Fellowship created for Rutgers graduate pursuing Master in Business of Fashion
When the idea for a Business of Fashion program was proposed at Rutgers Business School nearly six years ago, Beverly Aisenbrey, a Rutgers MBA alumna serving on the dean’s board of advisors, remembers taking an immediate interest in the presentation.
During her 33-year-long career as an executive compensation consultant, Aisenbrey worked with a number of fashion companies, so she had a tangential understanding of the industry. Listening to the details about the new program, she wondered if it could achieve its goal of appealing to both business-minded students and creative ones.
“I was intrigued,” she said.
Aisenbrey, who completed her MBA in 1982, became one of the most ardent champions of the Master of Science in Business of Fashion Program. She joined the executive board of the Center for Business of Fashion, a research and industry-related center that provides input into the program curricula. She has also used her connections and influence to bring impressive industry leaders onto the board.
Now, she is supporting the program in a new way by creating a $100,000 fellowship for eligible Rutgers alumni who are admitted to the Master of Science in Business of Fashion Program.
“The fact that I’ve been so close to the program and helped to build it energizes me,” Aisenbrey said. “Any advantage I can give the program, I want to do it.”
The Beverly Aisenbrey Business of Fashion Merit Fellowship will award $25,000 to one part-time or full-time graduate student coming into the program. Applicants must be graduates of Rutgers University, including Rutgers Business School.
Preference will be given to undergraduate students who have been or are currently in the Business of Fashion Program. The program is offered as a concentration to undergraduates at Rutgers Business School.
Candidates will be chosen on the basis of academic merit and their ability to demonstrate leadership qualities, specifically in the area of leadership for women through participation in conferences or clubs for gender equity or women empowerment.
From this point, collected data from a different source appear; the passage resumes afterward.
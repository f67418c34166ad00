/** Storage of the alarm history (`alarm_events`): every transition of every alarm. */
import { and, desc, eq, gte, lte } from 'drizzle-orm';
import type { AlarmHistoryEvent } from '../../shared/alarms/alarm-api.js';
import type { Db } from '../db/database.js';
import { alarmEvents } from '../db/schema.js';
import type { HealthEvent } from './alarm-health.js';
import type { AlarmEvent } from './alarm-state.js';

type Writer = Pick<Db, 'insert'>;

/** Appends events in one statement; pass a transaction to join a larger write. */
export async function insertAlarmEvents(db: Writer, events: readonly AlarmEvent[]): Promise<void> {
  if (events.length === 0) return;
  await db.insert(alarmEvents).values(
    events.map((e) => ({
      atMs: e.at,
      alarmId: e.alarmId,
      channel: e.channel,
      priority: e.priority,
      kind: e.kind,
      fromState: e.from,
      toState: e.to,
      value: e.value,
      limitValue: e.limit,
      actor: e.actor ?? null,
      reason: e.reason ?? null,
      hidden: e.hidden ?? null,
      firstOutOf: e.firstOutOf ?? null,
    })),
  );
}

/** Events between `fromMs` and `toMs` (Unix epoch ms, inclusive), newest first, at most `limit`. */
export async function alarmHistory(db: Db, fromMs: number, toMs: number, limit: number): Promise<AlarmHistoryEvent[]> {
  const rows = await db
    .select()
    .from(alarmEvents)
    .where(and(gte(alarmEvents.atMs, fromMs), lte(alarmEvents.atMs, toMs)))
    .orderBy(desc(alarmEvents.atMs), desc(alarmEvents.id))
    .limit(limit);
  return rows.map((r) => {
    const event: AlarmHistoryEvent = {
      alarmId: r.alarmId,
      channel: r.channel,
      priority: r.priority,
      kind: r.kind,
      at: new Date(r.atMs).toISOString(),
      from: r.fromState,
      to: r.toState,
      value: r.value,
      limit: r.limitValue,
    };
    if (r.actor !== null) event.actor = r.actor;
    if (r.reason !== null) event.reason = r.reason;
    if (r.hidden !== null) event.hidden = r.hidden;
    if (r.firstOutOf !== null) event.firstOutOf = r.firstOutOf;
    return event;
  });
}

/** Raises between `fromMs` and `toMs` (Unix epoch ms), only the columns the health figures use. */
export async function raisesBetween(db: Db, fromMs: number, toMs: number): Promise<HealthEvent[]> {
  const rows = await db
    .select({ alarmId: alarmEvents.alarmId, at: alarmEvents.atMs, hidden: alarmEvents.hidden })
    .from(alarmEvents)
    .where(and(eq(alarmEvents.kind, 'raise'), gte(alarmEvents.atMs, fromMs), lte(alarmEvents.atMs, toMs)));
  return rows.map((r) => ({ alarmId: r.alarmId, at: r.at, kind: 'raise', ...(r.hidden ? { hidden: r.hidden } : {}) }));
}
The fellowship will be offered for a period of four years, each time awarded to a different student.
After completing her MBA, Aisenbrey spent her career at the executive compensation consulting firm Frederic W. Cook. She retired in 2016 as a managing director.
Since her retirement, Aisenbrey has been dedicated to supporting Rutgers Business School and Rutgers University – she attended Douglass College as an undergraduate. She has generously supported programs such as Women BUILD (Business Undergraduates in Leadership Development) that empower young women and backed projects, such as the film Equity, that portray strong women in the business world.
In the Business of Fashion, Aisenbrey sees a unique program – “a gem,” as she described it.
Tavy Ronen, a Rutgers Business School finance professor and the director of the Business of Fashion program and the Center for Business of Fashion, said the new fellowship will allow someone from Rutgers to become an influential force in the industry just as Aisenbrey was in her own field.
“What’s so fantastic is that Beverly, who had this incredible success in business, is creating a fellowship to help someone become a leader in business for a new generation.”
“That’s what’s so moving to us,” she added. “Our first fellowship has such profound meaning.”
The Master of Science in Business of Fashion Program is the first-of-its-kind, encompassing all areas of the business school taught by traditional, scholarly professors and rounded out by accomplished industry professionals. The program has been described as an enhanced, but shortened MBA because it offers the same robust business fundamentals tailored to the needs of the fashion industry.
Based on the strength of the Business of Fashion program and Master of Science in Business of Fashion curriculum and enhanced by the research focus, the Center for Business of Fashion has forged important alliances with key industry players and several major universities, international and domestic.
The Master of Science in Business of Fashion also has special fast-track programs developed with the FIT Baker School of Technology for both FIT faculty and students interested in gaining a specialized rigorous business education geared to the fashion industry.
In just a short time, students who completed the master's program have taken jobs in finance, logistics, manager and designer roles at companies such as Gucci, DKNY, Tarte Cosmetics and Stylus Apparel Group. Students who have come into the company with entrepreneurial dreams have applied their knowledge to create apparel start-ups while others have leveraged the program’s cache for job promotions at their current companies.